For the previous repayment behavior, we defined the accumulated number of delinquencies in a loan before month t (ANDLY), the accumulated number of defaults in a loan before month t (ANDFT), the average days of delinquency in a loan before month t (ADD), and the average days of advance repayment before month t (ADRA). At t = 1, there is no previous repayment behavior for borrowers. To manage the potential problem of a dynamic panel bias,Footnote 8 following Heckman’s [26] approach, we specified a separate equation for the initial condition when t = 1. Specifically, we used M1i to denote an observable instrument variable to represent a borrower’s previous delinquency behavior before t = 1. M1i is the average delinquency rate of other borrowers who applied for a loan on the same day as borrower i.

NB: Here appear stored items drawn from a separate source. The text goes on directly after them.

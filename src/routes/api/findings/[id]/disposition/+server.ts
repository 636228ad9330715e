import { json } from '@sveltejs/kit';
import { z } from 'zod';
import { requireRole } from '$lib/server/access';
import { parseJsonBody } from '$lib/server/registers-json';
import { dispositionSchema } from '$lib/server/services/dispositions.schema';
import { DISPOSITION_ROLES, dispose } from '$lib/server/services/dispositions.service';
import { answer } from '$lib/server/quality-json';

/**
 * `{ decision, justification, steps, assignedToId, pin }` → 201 `{ recordId, reworkRunId }`; 400 with field messages,
 * 403 (own work), 404, 409 (already decided, run released) with `{ message }`.
 */
export const POST = async (event) => {
	const user = requireRole(event, ...DISPOSITION_ROLES);
	const parsed = await parseJsonBody(event.request, dispositionSchema);
	if (parsed.response) return parsed.response;
	const id = z.uuid().safeParse(event.params.id);
	if (!id.success) return json({ message: 'No such finding.' }, { status: 404 });
	return answer(await dispose(event.locals.em, user, id.data, parsed.data), 201);
};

For the installment-related attributes, we defined a set of date-specific attributes based on whether the installment due date is a weekend (Weekend), at the beginning or end (i.e., the first or last 3 days) of a month (B/E of month), during the summer or winter vacation (S/W vacation, based on China’s school calendar), or on national holidays (Holiday, as announced by China’s government). The monthly interest rate (MIR) and fixed month effects were controlled. Equation (2) specifies the dynamic binary panel choice model.

$$Y_{1i,t}^{*} = \left\{ {\begin{array}{*{20}l} {\lambda X_{1i,t} + \tau M_{1i} + \eta_{i,t} } \hfill & {t = 1;} \hfill \\ {\beta X_{1i,t} + \gamma Y_{1i,t - 1} + \eta_{i,t} } \hfill & {t = 2,...,T_{1i} .} \hfill \\ \end{array} } \right.$$
(2)

where λ, τ, β, and γ are coefficients and η is the error. We assumed that Y1i,t follows a probit distribution:

$$\begin{aligned} \Pr (Y_{1i,t} = & 1|X_{1i,t} ,M_{1i} ) = \Pr ob[\eta_{i,1} > - (\lambda X_{1i,t} + \tau M_{1i} ){| }X_{1i,t} ,M_{1i} ] = \Phi (\lambda X_{1i,t} + \tau M_{1i} ),\quad t = 1; \\ \Pr (Y_{1i,t} = & 1|X_{1i,t} ,Y_{1i,t - 1} ) = \Pr ob[\eta_{i,t} > - (\beta X_{1i,t} + \gamma Y_{1i,t - 1} ){| }X_{1i,t} ,Y_{1i,t - 1} ] = \Phi (\beta X_{1i,t} + \gamma Y_{1i,t - 1} ),\quad t = 2,...,T_{1i} . \\ \end{aligned}$$
(3)

3.3 Unconditional default model for the second stage

Y2i,t denotes a borrower’s default behavior based on his or her utility in the second stage [Eq. (4)].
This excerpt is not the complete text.